Please find the Job Description (JD) attached for your reference.
Senior DevOps Engineer
Location: Remote (Must be available to work in CST Timezone)
Experience Required: 8+ Years
Department: Engineering
Employment Type: Full-Time
Role Overview
Ekshvaku Tech Innovations is looking for a highly experienced Senior DevOps Engineer who excels at building scalable, automated, and resilient infrastructure for modern distributed systems and AI-driven platforms.
You will lead DevOps strategy, modernize our infrastructure, and ensure high performance across multi-environment deployments. This role requires strong hands-on expertise, architectural thinking, excellent documentation discipline, and the ability to collaborate with cross-functional engineering teams.
Key Responsibilities
CI/CD & Automation
- Design, implement, and maintain scalable CI/CD pipelines for Prerel, QA, and Production.
-
Continuously improve build, release, and deployment workflows.
-
Reduce manual ops through automation and scripting.
Infrastructure Engineering
- Automate provisioning and configuration using Terraform, Ansible, and similar IaC tools.
-
Architect, deploy, and maintain cloud infrastructure (AWS/GCP).
-
Lead modernization initiatives: containerization, orchestration, microservices optimization.
-
Implement high availability setups, DR strategies, and cost-optimized infrastructure.
AI/ML Operations
- Support AI/ML model training and deployment pipelines.
-
Manage GPU orchestration and scalable model-serving environments.
-
Work closely with AI and Data Engineering teams.
Monitoring, Security & Observability
- Implement centralized monitoring, logging, and alerting systems.
-
Improve system reliability and incident response times.
-
Ensure cloud security best practices (IAM, network security, zero-trust).
-
Contribute to compliance efforts for HIPAA, SOC2, ISO 27001.
Documentation & Collaboration
- Maintain clear documentation, runbooks, and architecture diagrams.
-
Collaborate with Engineering, Product, QA, and AI teams.
-
Evaluate new DevOps tools and AI-powered automation capabilities.
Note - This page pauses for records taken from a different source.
//! What the turning sky lays over the strip at an instant: the silhouette of the skyline, the shade of dusk, the Sun's
//! glare, and the mark of where the subject stands. A picture of its own, light enough to be made anew in every frame.
//!
//! The skyline is drawn un-refracted, as the strip's places are: a direction is covered where its apparent altitude is
//! below the skyline's. The strip shows astrometric places, the horizon turns among apparent ones: the edge is true to
//! the 20" of aberration. Every coordinate goes through the mapping of the strip's rows, which may stand on their head.

use crate::season::Season;
use crate::season::moment::{Moment, Readings, Twilight};
use crate::sky::refraction::{Air, true_from_apparent};
use crate::sky::{Angle, Body, Mat3, Skyline, Vec3};

use super::geometry::{self, Point, Rect};
use super::palette::Role;
use super::scene::{
    Align, Label, Layer, Mark, MarkId, Paint, RibbonPoint, Run, Scene, Shape, Stop, Stroke,
};
use super::strip::{StripLayout, StripRow};
use super::text::Font;

/// Longest piece of the outline, degrees along azimuth or up a wall.
const PIECE_DEGREES: f64 = 0.5;
/// Longest step in ecliptic longitude between corners, where the skyline passes near a pole of the ecliptic.
const LONGEST_STEP_DEGREES: f64 = 12.0;
/// Days of the path behind the mark of the moment.
const SHADOW_DAYS: f64 = 12.0;

/// A skyline ready to be laid over strips: made once for a site.
#[derive(Clone, Debug)]
pub struct Outline {
    skyline: Skyline,
    air: Air,
    /// Unit vectors east, north, up, un-refracted, going round with azimuth.
    corners: Vec<Vec3>,
    parts: Vec<Part>,
    compass: Vec<CompassPoint>,
}

/// A place on the edge that is marked on a panorama board.
#[derive(Clone, Debug)]
struct CompassPoint {
    edge: Vec3,
    /// Half a degree below it.
    below: Vec3,
    kind: CompassKind,
}
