/// In which order events are named where there is not room for all; `None` for those without a mark.
const fn weight(kind: EventKind) -> Option<u32> {
    Some(match kind {
        EventKind::Opposition | EventKind::InferiorConjunction => 0,
        EventKind::GreatestElongationEast | EventKind::GreatestElongationWest => 1,
        EventKind::StationRetrograde | EventKind::StationDirect => 2,
        EventKind::Conjunction | EventKind::SuperiorConjunction => 3,
        EventKind::GreatestBrightness => 4,
        EventKind::ClosestApproach => 5,
        _ => return None,
    })
}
Required Skills & Experience
- 8+ years in DevOps or Cloud Infrastructure roles.
-
Strong expertise in GitHub Actions and CI/CD pipeline architecture.
-
Deep understanding of AWS or GCP (VPC, IAM, security, autoscaling).
-
Production-level experience with Docker & Kubernetes (EKS/GKE).
-
Proficiency in scripting: Python, Bash, or Go.
-
Strong experience with Terraform, Ansible, CloudFormation.
-
Solid understanding of monitoring tools (Prometheus, Grafana, CloudWatch, ELK).
-
Experience supporting AI/ML pipelines (MLflow, Kubeflow, SageMaker, Vertex AI).
-
Knowledge of security best practices & compliance frameworks.
-
Excellent communication and documentation skills.
Preferred Qualifications
- Experience with GPU workloads and ML orchestration.
-
Knowledge of event-driven or serverless architectures (Lambda, Cloud Run).
-
Exposure to GitOps tools (Argo CD, Flux).
-
Background in AIOps (Dynatrace Davis, New Relic AI).
-
AWS DevOps Engineer Professional or equivalent certification.
Success Indicators
- 90%+ reduction in manual deployment tasks within 6 months.
-
Fully standardized infrastructure documentation across all environments.
-
Reduced downtime and faster incident resolution through observability.
-
Improved developer velocity and increased deployment frequency.
-
Adoption of AI-assisted automation and predictive monitoring.